Table 2 Solubility of fenofibrate in different solvents (n=3)
Although using micronized drug powder can improve layering efficiency, as previously mentioned, drug powders in the micrometer size range usually have poor flowability. Therefore, addition of glidant into micronized drug powders is usually necessary. The angle of repose of micronized drug powder was 47.1°±0.4°, indicating poor flowability. After it was mixed with 2% and 4% Aerosil® 200, the angle of repose decreased to 40.3°±0.3° and 37.7°±1.3°, respectively. Agglomeration was not observed when using 4% Aerosil® 200, but was noted twice during the powder laying process when using only 2% Aerosil® 200. In addition to its glidant effect, Aerosil® 200 can also be used as an anticaking agent to prevent powders from clumping during storage. Therefore, 4% Aerosil® 200 was used. The powder laying process was stable and reproducible, producing homogeneous products with a layering efficiency of 90%, drug loading of 70%, and bulk density of 0.6 g/mL. The prepared drug-loaded cores were spherical, and the drug layer was found to be loose relative to the core as observed by SEM (Figure 2).

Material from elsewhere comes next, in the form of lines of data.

using TankChem.Dosing;
using TankChem.Monitoring.Logbook;
using TankChem.Monitoring.Places;
using TankChem.Monitoring.Ports;

namespace TankChem.Service.Pipeline;

/// <summary>What went into each water lately, so that "dosed today" belongs to the water and not to the tank.</summary>
internal sealed class DoseLedger
{
    private static readonly TimeSpan Kept = TimeSpan.FromDays(2);
    private readonly Lock gate = new();
    private readonly List<LogEntry> doses = [];

    /// <summary>A ledger of what the logbook says.</summary>
    public static DoseLedger Load(IHistory history, DateTimeOffset now)
    {
        var ledger = new DoseLedger();
        foreach (LogEntry entry in history.LogAsync(null, now - Kept, now + Kept, int.MaxValue, CancellationToken.None).GetAwaiter().GetResult())
            ledger.Take(entry);
        return ledger;
    }

    /// <summary>Takes a logbook entry; other kinds than doses are ignored.</summary>
    public void Take(LogEntry entry)
    {
        if (entry.Kind != LogKind.Dose)
            return;
        lock (gate)
        {
            doses.RemoveAll(d => entry.RecordedAt - d.At > Kept);
            doses.Add(entry);
        }
    }

    /// <summary>Alkalinity added since midnight, site's time, mmol/L of the water's volume.</summary>
    /// <param name="site">The site, for its time zone.</param>
    /// <param name="sharedBy">The loop and its tanks, or the tank alone.</param>
    /// <param name="volumeM3">The water's volume; without one nothing can be said and 0 is returned (the plan is refused for the volume anyway).</param>
    /// <param name="now">Now.</param>
    public double DosedTodayMmolL(SiteDefinition site, IReadOnlyCollection<PlaceKey> sharedBy, double? volumeM3, DateTimeOffset now)
    {
        if (volumeM3 is not > 0)
            return 0;
        DateTimeOffset midnight = SiteClock.StartOfDay(site, now);
        double mmol = 0;
        lock (gate)
        {
            foreach (LogEntry dose in doses)
            {
                if (dose.At < midnight || dose.At > now || dose.Amount is not { } grams || !sharedBy.Contains(dose.Place))
                    continue;
                // An acid given the same day does not make room for more base.
                if (dose.Subject is { } id && ReagentCatalog.Find(id) is { EquivalentsPerMole: > 0 } reagent)
                    mmol += grams * reagent.EquivalentsPerMole / reagent.MolarMassGMol * 1000;
            }
        }

        return mmol / (volumeM3.Value * 1000);
    }
}
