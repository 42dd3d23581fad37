using System.Text;
using TankChem.Monitoring.Ports;
using TankChem.Monitoring.Readings;

namespace TankChem.Service.Pipeline;

/// <summary>Stores a batch of which one row cannot be stored: by halves, until the row is found, which is then kept as unreadable with its reason.</summary>
internal sealed class BatchSplitter(IJournal journal, TimeProvider clock, ILogger logger)
{
    /// <summary>Commits all that can be.</summary>
    /// <exception cref="JournalUnavailableException">The store takes nothing; what was committed already is deduplicated when the batch is tried again.</exception>
    public void CommitInParts(JournalBatch batch)
    {
        CommitReadings(batch.Readings);
        CommitRest(batch with { Readings = [] });
    }

    private void CommitReadings(IReadOnlyList<Reading> readings)
    {
        if (readings.Count == 0)
            return;
        try
        {
            journal.Commit(new JournalBatch { Readings = readings });
        }
        catch (JournalRowException e) when (readings.Count == 1)
        {
            Reading bad = readings[0];
            logger.LogError(e, "The reading {Series} at {Time} cannot be stored; it is kept as unreadable", bad.Series, bad.Time);
            byte[] head = Encoding.UTF8.GetBytes($"{bad.RawValue:R} {bad.RawUnit}");
            journal.Commit(new JournalBatch
            {
                Unreadable = [new UnreadablePayload($"{bad.Series.Place}/{bad.Series.Quantity}/{bad.Series.Probe}", clock.GetUtcNow(), head.Length, head, $"The store refused this reading: {e.Message}", null)],
            });
        }
        catch (JournalRowException)
        {
            int half = readings.Count / 2;
            CommitReadings([.. readings.Take(half)]);
            CommitReadings([.. readings.Skip(half)]);
        }
    }

    private void CommitRest(JournalBatch rest)
    {
        if (OpenBatch.IsEmpty(rest))
            return;
        try
        {
            journal.Commit(rest);
        }
        catch (JournalRowException)
        {
            // The alarm journal and the alarm states matter most: they get a commit of their own before the derived rest, which replay can make again.
            journal.Commit(new JournalBatch { AlarmEntries = rest.AlarmEntries, AlarmStates = rest.AlarmStates, Log = rest.Log, Losses = rest.Losses, Places = rest.Places, Unreadable = rest.Unreadable });
            try
            {
                journal.Commit(new JournalBatch { States = rest.States, Rederived = rest.Rederived });
            }
            catch (JournalRowException e)
            {
                logger.LogError(e, "A derived state cannot be stored and is left out of the history; its readings are there");
            }
        }
    }
}
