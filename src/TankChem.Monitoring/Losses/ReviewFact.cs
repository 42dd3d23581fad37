namespace TankChem.Monitoring.Losses;

/// <summary>Something that happened, in a loss review.</summary>
/// <param name="At">When.</param>
/// <param name="Text">In a sentence.</param>
/// <param name="Kind">Who or what did it.</param>
public sealed record ReviewFact(DateTimeOffset At, string Text, ReviewFactKind Kind);

/// <summary>Who or what did it.</summary>
public enum ReviewFactKind
{
    /// <summary>An alarm spoke.</summary>
    Alarm,

    /// <summary>A person did or wrote something.</summary>
    Person,

    /// <summary>A device went on or off.</summary>
    Device,

    /// <summary>A probe was not heard.</summary>
    Gap,

    /// <summary>The loss was found.</summary>
    Loss,
}
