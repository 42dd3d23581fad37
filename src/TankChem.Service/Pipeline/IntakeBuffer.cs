using TankChem.Monitoring.Ports;
using TankChem.Monitoring.Readings;

namespace TankChem.Service.Pipeline;

/// <summary>The bounded buffer between the brokers and the writer: what came in while the last commit ran is the next commit.</summary>
/// <remarks>Everybody in a batch waits on one completion, so a message costs no allocation of its own here.</remarks>
public sealed class IntakeBuffer : IReadingIntake, IDisposable
{
    private readonly Lock gate = new();
    private readonly AutoResetEvent filled = new(false);
    private readonly int capacity;
    private List<Arrival> open = [];
    private TaskCompletionSource committed = NewCompletion();
    private TaskCompletionSource room = NewCompletion();
    private long delayed;
    private bool closed;

    /// <summary>A buffer that holds at most <paramref name="capacity"/> messages before it lets senders wait.</summary>
    public IntakeBuffer(int capacity)
    {
        ArgumentOutOfRangeException.ThrowIfNegativeOrZero(capacity);
        this.capacity = capacity;
        room.SetResult();
    }

    /// <summary>Messages waiting.</summary>
    public int Length
    {
        get
        {
            lock (gate)
                return open.Count;
        }
    }

    /// <summary>Messages that had to wait for room.</summary>
    public long Delayed => Interlocked.Read(ref delayed);

    /// <summary>Waits until there is something to take, or somebody calls <see cref="Wake"/>.</summary>
    public void Wait() => filled.WaitOne();

    /// <summary>Wakes the writer for something else than a message: a tick, a person's request, the stop.</summary>
    public void Wake() => filled.Set();

    /// <inheritdoc/>
    public async ValueTask<Task> OfferAsync(Arrival arrival, CancellationToken cancellationToken)
    {
        ArgumentNullException.ThrowIfNull(arrival);
        while (true)
        {
            Task waitForRoom;
            lock (gate)
            {
                if (closed)
                    return Task.FromException(new OperationCanceledException("The service is stopping; send again."));
                if (open.Count < capacity)
                {
                    open.Add(arrival);
                    if (open.Count == 1)
                        filled.Set();
                    return committed.Task;
                }

                if (room.Task.IsCompleted)
                    room = NewCompletion();
                waitForRoom = room.Task;
            }

            Interlocked.Increment(ref delayed);
            await waitForRoom.WaitAsync(cancellationToken);
        }
    }

    /// <summary>Takes everything that waits; the caller completes the returned source when it is on disk.</summary>
    public (IReadOnlyList<Arrival> Arrivals, TaskCompletionSource Committed) Take()
    {
        lock (gate)
        {
            var taken = (open, committed);
            open = new List<Arrival>(Math.Min(open.Count + 16, capacity));
            committed = NewCompletion();
            room.TrySetResult();
            return taken;
        }
    }

    /// <summary>Takes nothing more; what waits fails, so that its senders send again.</summary>
    public void Close()
    {
        lock (gate)
        {
            closed = true;
            committed.TrySetException(new OperationCanceledException("The service stopped before this was on disk; send again."));
            room.TrySetResult();
        }
    }

    /// <inheritdoc/>
    public void Dispose() => filled.Dispose();

    private static TaskCompletionSource NewCompletion()
    {
        var source = new TaskCompletionSource(TaskCreationOptions.RunContinuationsAsynchronously);
        // A batch that nobody awaits (QoS 0) must not raise an unobserved exception when the service stops.
        _ = source.Task.ContinueWith(static t => _ = t.Exception, CancellationToken.None, TaskContinuationOptions.OnlyOnFaulted, TaskScheduler.Default);
        return source;
    }
}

Effect of pellet coating film system
The in vitro release of fenofibrate from the uncoated pellets was very fast, similar to that of the immediate-release preparation Lipanthyl® (Figure 3). Coating the pellets with a film was therefore necessary to modify the release of fenofibrate. In this study, four different types of film systems were investigated, including: 1) Eudragit® RS PO/E100, 2) Eudragit® RS PO/RL PO, 3) Eudragit® NE30D/HPMC, and 4) EC/HPMC. In addition, Lipilfen®, the only marketed fenofibrate modified-release product, was used as a positive control. When Eudragit® NE30D was used as the coating film, the fenofibrate formulation exhibited an inappropriate “too slow to release completely” profile (Figure 4, R4). In the late phase, the cumulative amount of the formulation released was far less than for Lipilfen® (7 hours: 61.9% vs 90.4%), indicating poor bioavailability even though delayed or sustained drug release was achieved. By comparison, formulations prepared using the other three coating film systems showed better release profiles (Figure 4, R1, R2, and R3). The F2 factors of the R1 and R2 formulations compared with Lipilfen® were 72 and 62, respectively, higher than that of R3 (F2 factor 57), indicating that the release of R1 and R2 was more similar to Lipilfen®. These two formulations were therefore selected for the subsequent in vivo pharmacokinetic studies. The effects of coating weight and the weight ratio of the polymers in the coating film systems on the release of R1 and R2 were investigated. As shown in Figure 5, the release rate of fenofibrate increased with decreasing coating weight and increasing ratio of the water-insoluble component.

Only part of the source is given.